By exploring these diverse reasoning paths, one can achieve a more reliable and consistent answer.

### **How is it Different from Other Prompting Techniques?**

- Traditional chain-of-thought prompting prompts a language model to generate a series of short sentences that mimic the reasoning process a person might use to solve a task.

- Self-consistency, instead of just taking the most probable reasoning path, samples multiple paths and then determines the most consistent answer among them.

- Unlike other methods that require additional training, human annotations, or auxiliary models, self-consistency is unsupervised and works directly with pre-trained language models.

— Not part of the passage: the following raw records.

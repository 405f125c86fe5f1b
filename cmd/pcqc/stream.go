package main

import (
	"fmt"
	"io"
	"time"

	"pcqc/analysis"
	"pcqc/analysis/intake"
	"pcqc/report"
)

// streamFlagHelp documents --stream, for `pcqc help run`.
const streamFlagHelp = `
Tables larger than memory:
  --stream            read DATA twice, row by row, instead of into memory: the
                      first pass accumulates the sums the decomposition needs,
                      the second writes samples.csv. DATA must be a regular
                      CSV file (not stdin or a pipe) of at most 2,000
                      variables. Parallel analysis runs on a random sample of
                      10,000 rows; the bootstrap weights rows by Poisson(1)
                      counts; cross-validation, influence, the robust fit,
                      tail-adapted limits, the checks and all figures but one
                      score plot are left out.
                      Refused with --exclude, --exclude-file, --components cv
`

// streamRefusal says why the flags given cannot stream, or "".
func streamRefusal(f *auditFlags) string {
	switch {
	case f.set["exclude"] || f.set["exclude-file"]:
		return "--exclude and --exclude-file cannot be combined with --stream (leave the rows out of the file, or audit in memory)"
	case f.components == string(analysis.RuleCV):
		return "--components cv needs every row in memory and cannot be combined with --stream"
	}
	return ""
}

// runStream audits data in two passes over the file and writes the output
// folder, which appears complete or not at all.
func runStream(f *auditFlags, read intake.ReadOptions, data string, command []string, stdout, stderr io.Writer) (int, error) {
	if why := streamRefusal(f); why != "" {
		return 0, usagef("%s", why)
	}
	aopt, err := f.analysisOptions()
	if err != nil {
		return 0, err
	}
	formats, ropt, err := f.reportOptions(time.Now())
	if err != nil {
		return 0, err
	}
	sopt := analysis.StreamOptions{Scaling: aopt.Scaling, Components: aopt.Components, Permutations: aopt.Permutations,
		Bootstrap: aopt.Bootstrap, Seed: aopt.Seed, Threads: aopt.Threads}
	// The input is checked (a pass's errors) before the output folder
	// exists: nothing is written for a bad table.
	out, err := f.beginOutput([]string{data})
	if err != nil {
		return 0, err
	}
	defer setActiveOutput(nil)
	var samples *report.StreamSamples
	res, err := analysis.StreamAnalyze(data, read, sopt, func(s analysis.StreamSample) error {
		return samples.Write(s)
	}, func(r *analysis.StreamResult) error {
		id := r.Info.IDColumn
		if id == "" {
			id = "row"
		}
		var err error
		samples, err = report.NewStreamSamples(out.Dir(), id, r.Retained)
		return err
	})
	if err == nil {
		err = samples.Close()
	}
	if err != nil {
		out.Abort()
		if _, ok := err.(*intake.InputError); ok {
			return 0, err
		}
		return 0, writeFailure(err)
	}
	tab := &intake.Table{IDColumn: res.Info.IDColumn, GroupColumn: res.Info.GroupColumn, Delimiter: res.Info.Delimiter}
	meta := report.Meta{Version: Version, Command: command, Options: append(f.effective(read, tab), report.Option{Name: "stream", Value: true})}
	if err := report.WriteStream(out.Dir(), res, meta, ropt, formats); err != nil {
		out.Abort()
		return 0, writeFailure(err)
	}
	if err := out.Commit(); err != nil {
		return 0, writeFailure(err)
	}
	fmt.Fprintf(stdout, "pcqc: %d samples × %d variables streamed, %d component%s retained (%s); %d beyond a family-wise limit; checks not run in stream mode\n",
		res.Rows, len(res.Variables), res.Retained, plural(res.Retained), aopt.Components, res.FlaggedCount)
	reportWritten(stdout, stderr, out)
	return exitOK, nil
}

### **How to Construct a Prompt Using Self-Consistency?**

1. **Chain-of-Thought Prompting**: Start by prompting the language model using chain-of-thought prompting.

2. **Sampling Diverse Reasoning Paths**: Instead of greedily decoding the optimal reasoning path, use a "sample-and-marginalize" decoding procedure. This involves sampling from the language model's decoder to generate a diverse set of reasoning paths.

3. **Marginalizing Reasoning Paths**: Each reasoning path might lead to a different final answer. Determine the optimal answer by marginalizing out the sampled reasoning paths to find the most consistent answer in the final answer set.

### **Examples**:
- **Chain-of-Thought**: For the question "If there are 3 cars in the parking lot and 2 more cars arrive, how many cars are in the parking lot?", instead of directly answering "5", the model might respond with the reasoning: "There are 3 cars in the parking lot already. 2 more arrive. Now there are 3 + 2 = 5 cars. The answer is 5."

- **Self-Consistency**: For a question about how much Janet makes from selling eggs, the model might generate multiple reasoning paths like:
  1. "She has 16 - 3 - 4 = 9 eggs left. So she makes $2 * 9 = $18 per day."

  2. "This means she sells the remainder for $2 * (16 - 4 - 3) = $26 per day."
  
  3. "She eats 3 for breakfast, so she has 16 - 3 = 13 left. Then she bakes muffins, so she has 13 - 4 = 9 eggs left. So she has 9 eggs * $2 = $18."

  The model then aggregates these paths to determine the most consistent answer, which in this case is "$18 per day."

Self-consistency prompting improves the reasoning capabilities of language models by exploring diverse reasoning paths and selecting the most consistent answer.

This method has shown significant performance boosts on various arithmetic and commonsense reasoning benchmarks.

# Begin by setting up CoT prompts

We're following the same pattern from the Chain of Thought lesson.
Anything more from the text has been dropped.